Your Zero Trust Strategy Depends on Active Directory Integrity
The exponential increase in remote work caused by the COVID-19 crisis has ricocheted across the IT landscape. Within a matter of days, corporate IT faced an unprecedented 180-degree turn in its client networking model. Organizations that treated remote work as a rare exception suddenly found themselves almost entirely remote. According to JPMorgan, Zoom usage is up more than 300% since before the crises. Microsoft reports a Teams usage increase of 200% since March 16th.
As companies grapple to accommodate this suddenly remote workforce by hurriedly adopting or ramping up remote access capabilities, cloud-focused applications, and security strategies, you must not forget that these strategies depend upon the integrity of your core on-premises identity systems.

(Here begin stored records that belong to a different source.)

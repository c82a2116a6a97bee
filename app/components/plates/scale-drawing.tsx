import type { AnswerScale } from "~/quizzes/answer-scale";

const WIDTH = 340;
const x = (at: number) => 16 + at * (WIDTH - 32);
/** A label near an edge grows inwards. */
const anchor = (at: number) => (at < 0.2 ? "start" : at > 0.8 ? "end" : "middle");

/** The typed answer as a disc, the asked value as a block, on a logarithmic line. Shape and words carry it, not colour. */
export function ScaleDrawing({ scale }: { scale: AnswerScale }) {
  const from = x(scale.asked.from);
  const width = Math.max(14, x(scale.asked.to) - from);
  const middle = (scale.asked.from + scale.asked.to) / 2;
  return (
    <svg
      viewBox={`0 0 ${WIDTH} 92`}
      className="w-full max-w-md"
      role="img"
      aria-label={`You: ${scale.you.text}. Asked: ${scale.asked.text}.`}
    >
      <line x1={8} x2={WIDTH - 8} y1={48} y2={48} className="stroke-ink-soft" strokeWidth={1.5} />
      {scale.ticks.map((tick) => (
        <g key={tick.figure}>
          <line x1={x(tick.at)} x2={x(tick.at)} y1={44} y2={52} className="stroke-ink-soft" />
          <text x={x(tick.at)} y={84} textAnchor="middle" className="fill-ink-soft text-[11px]">
            {tick.figure}
          </text>
        </g>
      ))}
      <rect x={x(middle) - width / 2} y={39} width={width} height={18} className="fill-enamel stroke-ink" />
      <text
        x={x(middle)}
        y={32}
        textAnchor={anchor(middle)}
        className="fill-enamel-text text-[13px] font-semibold"
      >
        {scale.asked.text}
      </text>
      <circle cx={x(scale.you.at)} cy={48} r={7} className="fill-ink stroke-sheet" strokeWidth={2} />
      <text x={x(scale.you.at)} y={14} textAnchor={anchor(scale.you.at)} className="fill-ink text-[13px]">
        You: {scale.you.text}
      </text>
      <line
        x1={x(scale.you.at)}
        x2={x(scale.you.at)}
        y1={18}
        y2={40}
        className="stroke-ink"
        strokeDasharray="2 3"
      />
    </svg>
  );
}
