import { StoppedFigure, UncheckedFigure, WithheldFigure } from "./before-check";
import { Figures } from "./figure";
import { figureGroups } from "./figures";
import { LeftHandThread, NewFastener } from "./new-fastener";
import { PlateFrame } from "./plate-frame";
import { MoreFacts, PlateHead } from "./plate-head";
import { notStatedWords, torqueFacts } from "./plate-words";
import type { PlateProps } from "./plate";

/** A torque with everything that has to be known before the wrench is set. */
export function TorquePlate({ of, view, size = "normal", current = false, foot }: PlateProps) {
  const { mark, showing } = of;
  const name = mark.component || "Torque";
  const open = notStatedWords(mark);
  const facts = torqueFacts(mark);
  return (
    <PlateFrame
      of={of}
      view={view}
      name={name}
      current={current}
      foot={foot}
      metal={showing === "in-doubt" ? "struck" : showing === "unchecked" ? "hatched" : "solid"}
    >
      <PlateHead mark={mark} name={name} />
      {showing === "in-doubt" ? (
        <StoppedFigure of={of} view={view} />
      ) : showing === "withheld" ? (
        <WithheldFigure of={of} />
      ) : showing === "unchecked" ? (
        <UncheckedFigure of={of} view={view} />
      ) : (
        <Figures groups={figureGroups(mark.values, view.units)} size={size} />
      )}
      {mark.reuse === "replace-always" || mark.threadDirection === "left" ? (
        <div className="flex flex-wrap gap-x-5 gap-y-1">
          {mark.reuse === "replace-always" ? <NewFastener /> : null}
          {mark.threadDirection === "left" ? <LeftHandThread /> : null}
        </div>
      ) : null}
      {showing === "in-doubt" ? null : (
        <ul className="grid gap-0.5 text-[0.95rem] leading-snug">
          {facts.map((fact) => (
            <li key={fact}>{fact}</li>
          ))}
        </ul>
      )}
      <MoreFacts mark={mark} />
      {open === "" || showing === "in-doubt" ? null : <p className="text-sm text-ink-soft">{open}</p>}
    </PlateFrame>
  );
}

Different architectures, one identity source
Many businesses depend on a VPN access strategy for remote access, in which users are authenticated by a directory service – usually, Active Directory – and are allowed onto the corporate network. As a solution with scalability challenges and reliance on network perimeter security, VPNs alone aren’t the answer for the modern remote worker.
A rapidly growing segment of companies has their users sign in to a web-based identity and access management service (we used to call them IDaaS – identity as a service – think Azure AD or Okta) with their corporate credentials to access SaaS apps such as Zoom or Office 365 directly through the internet. This method uses a zero-trust model where a user’s identity – not their network location – is key to gaining access to the application.

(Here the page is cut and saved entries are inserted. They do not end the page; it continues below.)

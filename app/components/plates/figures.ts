import type { Hardware, MarkValue } from "~/lessons/mark";
import { quantityOfValue } from "~/lessons/quantity-of-value";
import { formatValues, type UnitPreference } from "~/quantities/format";

/** A value in pieces, so that a plate can set figure and unit in their own sizes: "min", "22.0", "mm". */
export type Figure = Readonly<{ before: string; figure: string; unit: string }>;

/** One stage of a value; `first` in the reader's unit, `second` in the other. */
export type FigureRow = Readonly<{ first: Figure; second: string | null; angle: boolean; words: boolean }>;

export type FigureGroup = Readonly<{ hardware: Hardware; rows: readonly FigureRow[] }>;

const THIN_SPACE = "\u2009";

/** Takes a shown value apart at the thin space before its unit. */
export function splitFigure(text: string): Figure {
  const [, before = "", rest = text] =
    /^((?:min|max|limit|back off|wait)\s)?(.*)$/s.exec(text)?.map((part) => part ?? "") ?? [];
  const at = rest.indexOf(THIN_SPACE);
  return {
    before: before.trim(),
    figure: at < 0 ? rest : rest.slice(0, at),
    unit: at < 0 ? "" : rest.slice(at + 1),
  };
}

/** The value rows of a mark as a plate shows them, for new and for reused hardware apart. */
export function figureGroups(values: readonly MarkValue[], units: UnitPreference): FigureGroup[] {
  const hardware = [...new Set(values.map((value) => value.hardware))];
  return hardware.map((kind) => {
    const rows = values
      .filter((value) => value.hardware === kind)
      .map((value) => ({
        role: value.role,
        action: value.action,
        text: value.text,
        quantity: quantityOfValue(value),
      }));
    return {
      hardware: kind,
      rows: formatValues(rows, units).parts.map((part) => ({
        first: splitFigure(part.first),
        second: part.second,
        angle: part.action === "angle",
        words: !/\d/.test(part.first),
      })),
    };
  });
}

/** All of a value in one line: "20 N·m, 40 N·m + 90° (15 lbf·ft, 30 lbf·ft + 90°)". */
export function valueLine(values: readonly MarkValue[], units: UnitPreference): string {
  const hardware = [...new Set(values.map((value) => value.hardware))];
  return hardware
    .map((kind) => {
      const rows = values
        .filter((value) => value.hardware === kind)
        .map((value) => ({
          role: value.role,
          action: value.action,
          text: value.text,
          quantity: quantityOfValue(value),
        }));
      const { first, second } = formatValues(rows, units);
      const line = second === null ? first : `${first} (${second})`;
      return kind === "either" ? line : `${kind} fastener ${line}`;
    })
    .join("; ");
}
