import { PlateFrame } from "./plate-frame";
import { MoreFacts, PlateHead } from "./plate-head";
import { metalOf, StoppedFigure } from "./plate-value";
import type { PlateProps } from "./plate";

/** Grease, thread locker, cleaner: what it is, how much, on what. */
export function SupplyPlate({ of, view, current = false, foot }: PlateProps) {
  const { mark, showing } = of;
  const name = mark.product || "Supply";
  return (
    <PlateFrame
      of={of}
      view={view}
      name={name}
      current={current}
      foot={foot}
      metal={metalOf(showing)}
      lead={
        <>
          <div className="flex items-start gap-3">
            <svg
              viewBox="0 0 20 20"
              className="mt-0.5 size-5 shrink-0 fill-none stroke-ink"
              aria-hidden="true"
            >
              <path d="M8 1h4v4l3 3v11H5V8l3-3zM5 12h10" strokeWidth={1.5} />
            </svg>
            <PlateHead mark={mark} name={name} />
          </div>
          {showing === "in-doubt" ? (
            <StoppedFigure of={of} view={view} />
          ) : (
            <>
              {mark.quantity === "" ? null : (
                <p className="font-figure text-2xl font-semibold">{mark.quantity}</p>
              )}
              {mark.component === "" ? null : <p className="text-sm">For: {mark.component}</p>}
            </>
          )}
        </>
      }
    >
      <MoreFacts mark={mark} />
    </PlateFrame>
  );
}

Some of these companies go further by extending this model into their on-premises networks. They deploy devices that create a software-defined perimeter between applications and the users attempting to access them. These proxy devices (for example Azure AD Application Proxy or Symantec Secure Access Cloud) grants the user access to only the proxy-published application instead of the broad network access granted by a VPN. Because traffic is routed through the IAM service, the session can have sophisticated access controls such as device integrity, session risk, or type of client app used.
Whether you’re logging in to the corporate network with VPN or signing into a web portal to access SaaS or on-premises apps, identity assurance is crucial. VPNs rely upon an on-premises corporate identity source. Modern cloud IAM services rely on many factors such as device health, location, and behavior patterns to contribute to an identity’s assurance level. But the cores of these massive cloud services are still based on the user’s account credentials. Because most organizations use a hybrid identity model (projecting their on-premises identity to internet services), the identity source for these credentials is the keystone of the entire sophisticated architecture. And for 90% of enterprises, this identity source is Active Directory (AD).
Securing the source
We’ve established the importance of Active Directory to your security architecture. How do you ensure its integrity and the integrity of its data?
Minimize AD’s attack surface
- Implement a least-privilege administrative model and get rid of all your unnecessary administrators. This 20-year-old advice is still relevant today.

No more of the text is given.